*** Opening of Information ***

import { createServer, connect, type Socket } from 'node:net'
import { freePort } from '../../seed/host/shell.mjs'

/** A statement as the server sent it to PostgreSQL. */
export interface Statement { sql: string, params: (string | null)[] }

const text = (bytes: Buffer, from: number): { value: string, next: number } => {
  const end = bytes.indexOf(0, from)
  return { value: bytes.toString('utf8', from, end), next: end + 1 }
}

/** The values of a Bind message: portal, statement, format codes, then each value with its length. */
function boundValues(body: Buffer): (string | null)[] {
  let at = text(body, text(body, 0).next).next
  at += 2 + 2 * body.readInt16BE(at)
  const values: (string | null)[] = []
  for (let left = body.readInt16BE(at), place = at + 2; left > 0; left--) {
    const length = body.readInt32BE(place)
    place += 4
    values.push(length < 0 ? null : body.toString('utf8', place, place + length))
    place += Math.max(0, length)
  }
  return values
}

/** Reads what one client says in PostgreSQL's protocol, version 3: a start-up message without a type, then typed ones. */
function listener(heard: (application: string, statement: Statement) => void): (chunk: Buffer) => void {
  let rest: Buffer = Buffer.alloc(0)
  let application: string | null = null
  let parsed = ''
  const take = (type: string, body: Buffer) => {
    if (type === 'Q') heard(application ?? '', { sql: text(body, 0).value, params: [] })
    if (type === 'P') parsed = text(body, text(body, 0).next).value
    if (type === 'B') heard(application ?? '', { sql: parsed, params: boundValues(body) })
  }
  return (chunk) => {
    rest = Buffer.concat([rest, chunk])
    for (;;) {
      const head = application === null ? 0 : 1
      if (rest.length < head + 4) return
      const length = head + rest.readInt32BE(head)
      if (rest.length < length) return
      const body = rest.subarray(head + 4, length)
      if (application === null) {
        const words = body.toString('utf8', 4).split('\0')
        application = words[words.indexOf('application_name') + 1] ?? ''
      }
      else take(String.fromCharCode(rest[0] ?? 0), body)
      rest = rest.subarray(length)
    }
  }
}

/**
 * Stands between a server and its database and writes down every statement of its own pool (the job queue and the listener
 * have connections of their own, under other names).
 */
export async function listenIn(databaseUrl: string) {
  const target = new URL(databaseUrl)
  const statements: Statement[] = []
  const sockets = new Set<Socket>()
  const hear = (application: string, statement: Statement) => {
    if (application === 'kedgewise') statements.push(statement)
  }
  const proxy = createServer((client) => {
    const database = connect(Number(target.port), target.hostname)
    const listen = listener(hear)
    client.on('data', listen)
    for (const socket of [client, database]) {
      sockets.add(socket)
      socket.on('error', () => {}).on('close', () => sockets.delete(socket))
    }
    client.pipe(database).pipe(client)
  })
  const port = await freePort()
  await new Promise<void>(resolve => proxy.listen(port, '127.0.0.1', resolve))
  const url = new URL(databaseUrl)
  url.hostname = '127.0.0.1'
  url.port = String(port)
  return {
    url: url.href,
    /** What was said while `work` ran. */
    during: async (work: () => Promise<unknown>): Promise<Statement[]> => {
      const from = statements.length
      await work()
      return statements.slice(from)
    },
    /** What was said in the quietest of three runs: the server's own jobs speak through the same pool now and then. */
    quietest: async (work: () => Promise<unknown>): Promise<Statement[]> => {
      const runs: Statement[][] = []
      for (let run = 0; run < 3; run++) {
        const from = statements.length
        await work()
        runs.push(statements.slice(from))
      }
      return runs.reduce((least, one) => one.length < least.length ? one : least)
    },
    close: async () => {
      sockets.forEach(socket => socket.destroy())
      await new Promise<void>(resolve => proxy.close(() => resolve()))
    },
  }
}
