import { afterAll, beforeAll, describe, expect, it } from 'vitest'
import { examples } from '../../server/utils/examples'
import { operations } from '../../server/utils/operations'
import { unlimited } from './client'
import { startApp, type TestApp } from './harness'

let app: TestApp
beforeAll(async () => {
  app = await startApp(unlimited)
})
afterAll(() => app.stop())

describe('the example of a route', () => {
  it('is there wherever something must be sent or named, and for no other route', () => {
    const needy = operations.filter(({ request, params }) => request || params).map(({ id }) => id)
    expect(needy.filter(id => !examples[id])).toEqual([])
    expect(Object.keys(examples).filter(id => !operations.some(operation => operation.id === id))).toEqual([])
  })

  it.each(operations.map(operation => [`${operation.method} ${operation.path}`, operation] as const))('%s is answered', async (_, { id, path, method, status = 200 }) => {
    const { address = {}, body } = examples[id] ?? {}
    const [inPath, inQuery] = [Object.entries(address).filter(([name]) => path.includes(`{${name}}`)), Object.entries(address).filter(([name]) => !path.includes(`{${name}}`))]
    const place = inPath.reduce((text, [name, value]) => text.replace(`{${name}}`, String(value)), path)
    const query = new URLSearchParams(inQuery.map(([name, value]) => [name, String(value)])).toString()
    const answer = await fetch(`${app.baseUrl}${place}${query && `?${query}`}`, {
      method, ...(body !== undefined && { body: JSON.stringify(body), headers: { 'Content-Type': 'application/json' } }),
    })
    expect(answer.status, (await answer.text()).slice(0, 300)).toBe(status)
  })
})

*** Close of Information ***

#### Prompt:
Every record is to be written out verbatim.

#### The completed task:
import { createServer, connect, type Socket } from 'node:net'
import { freePort } from '../../seed/host/shell.mjs'

/** A statement as the server sent it to PostgreSQL. */
export interface Statement { sql: string, params: (string | null)[] }

const text = (bytes: Buffer, from: number): { value: string, next: number } => {
  const end = bytes.indexOf(0, from)
  return { value: bytes.toString('utf8', from, end), next: end + 1 }
}

/** The values of a Bind message: portal, statement, format codes, then each value with its length. */
function boundValues(body: Buffer): (string | null)[] {
  let at = text(body, text(body, 0).next).next
  at += 2 + 2 * body.readInt16BE(at)
  const values: (string | null)[] = []
  for (let left = body.readInt16BE(at), place = at + 2; left > 0; left--) {
    const length = body.readInt32BE(place)
    place += 4
    values.push(length < 0 ? null : body.toString('utf8', place, place + length))
    place += Math.max(0, length)
  }
  return values
}

/** Reads what one client says in PostgreSQL's protocol, version 3: a start-up message without a type, then typed ones. */
function listener(heard: (application: string, statement: Statement) => void): (chunk: Buffer) => void {
  let rest: Buffer = Buffer.alloc(0)
  let application: string | null = null
  let parsed = ''
  const take = (type: string, body: Buffer) => {
    if (type === 'Q') heard(application ?? '', { sql: text(body, 0).value, params: [] })
    if (type === 'P') parsed = text(body, text(body, 0).next).value
    if (type === 'B') heard(application ?? '', { sql: parsed, params: boundValues(body) })
  }
  return (chunk) => {
    rest = Buffer.concat([rest, chunk])
    for (;;) {
      const head = application === null ? 0 : 1
      if (rest.length < head + 4) return
      const length = head + rest.readInt32BE(head)
      if (rest.length < length) return
      const body = rest.subarray(head + 4, length)
      if (application === null) {
        const words = body.toString('utf8', 4).split('\0')
        application = words[words.indexOf('application_name') + 1] ?? ''
      }
      else take(String.fromCharCode(rest[0] ?? 0), body)
      rest = rest.subarray(length)
    }
  }
}

/**
 * Stands between a server and its database and writes down every statement of its own pool (the job queue and the listener
 * have connections of their own, under other names).
 */
export async function listenIn(databaseUrl: string) {
  const target = new URL(databaseUrl)
  const statements: Statement[] = []
  const sockets = new Set<Socket>()
  const hear = (application: string, statement: Statement) => {
    if (application === 'kedgewise') statements.push(statement)
  }
  const proxy = createServer((client) => {
    const database = connect(Number(target.port), target.hostname)
    const listen = listener(hear)
    client.on('data', listen)
    for (const socket of [client, database]) {
      sockets.add(socket)
      socket.on('error', () => {}).on('close', () => sockets.delete(socket))
    }
    client.pipe(database).pipe(client)
  })
  const port = await freePort()
  await new Promise<void>(resolve => proxy.listen(port, '127.0.0.1', resolve))
  const url = new URL(databaseUrl)
  url.hostname = '127.0.0.1'
  url.port = String(port)
  return {
    url: url.href,
    /** What was said while `work` ran. */
    during: async (work: () => Promise<unknown>): Promise<Statement[]> => {
      const from = statements.length
      await work()
      return statements.slice(from)
    },
    /** What was said in the quietest of three runs: the server's own jobs speak through the same pool now and then. */
    quietest: async (work: () => Promise<unknown>): Promise<Statement[]> => {
      const runs: Statement[][] = []
      for (let run = 0; run < 3; run++) {
        const from = statements.length
        await work()
        runs.push(statements.slice(from))
      }
      return runs.reduce((least, one) => one.length < least.length ? one : least)
    },
    close: async () => {
      sockets.forEach(socket => socket.destroy())
      await new Promise<void>(resolve => proxy.close(() => resolve()))
    },
  }
}
import { afterAll, beforeAll, describe, expect, it } from 'vitest'
import { examples } from '../../server/utils/examples'
import { operations } from '../../server/utils/operations'
import { unlimited } from './client'
import { startApp, type TestApp } from './harness'

let app: TestApp
beforeAll(async () => {
  app = await startApp(unlimited)
})
afterAll(() => app.stop())

describe('the example of a route', () => {
  it('is there wherever something must be sent or named, and for no other route', () => {
    const needy = operations.filter(({ request, params }) => request || params).map(({ id }) => id)
    expect(needy.filter(id => !examples[id])).toEqual([])
    expect(Object.keys(examples).filter(id => !operations.some(operation => operation.id === id))).toEqual([])
  })

  it.each(operations.map(operation => [`${operation.method} ${operation.path}`, operation] as const))('%s is answered', async (_, { id, path, method, status = 200 }) => {
    const { address = {}, body } = examples[id] ?? {}
    const [inPath, inQuery] = [Object.entries(address).filter(([name]) => path.includes(`{${name}}`)), Object.entries(address).filter(([name]) => !path.includes(`{${name}}`))]
    const place = inPath.reduce((text, [name, value]) => text.replace(`{${name}}`, String(value)), path)
    const query = new URLSearchParams(inQuery.map(([name, value]) => [name, String(value)])).toString()
    const answer = await fetch(`${app.baseUrl}${place}${query && `?${query}`}`, {
      method, ...(body !== undefined && { body: JSON.stringify(body), headers: { 'Content-Type': 'application/json' } }),
    })
    expect(answer.status, (await answer.text()).slice(0, 300)).toBe(status)
  })
})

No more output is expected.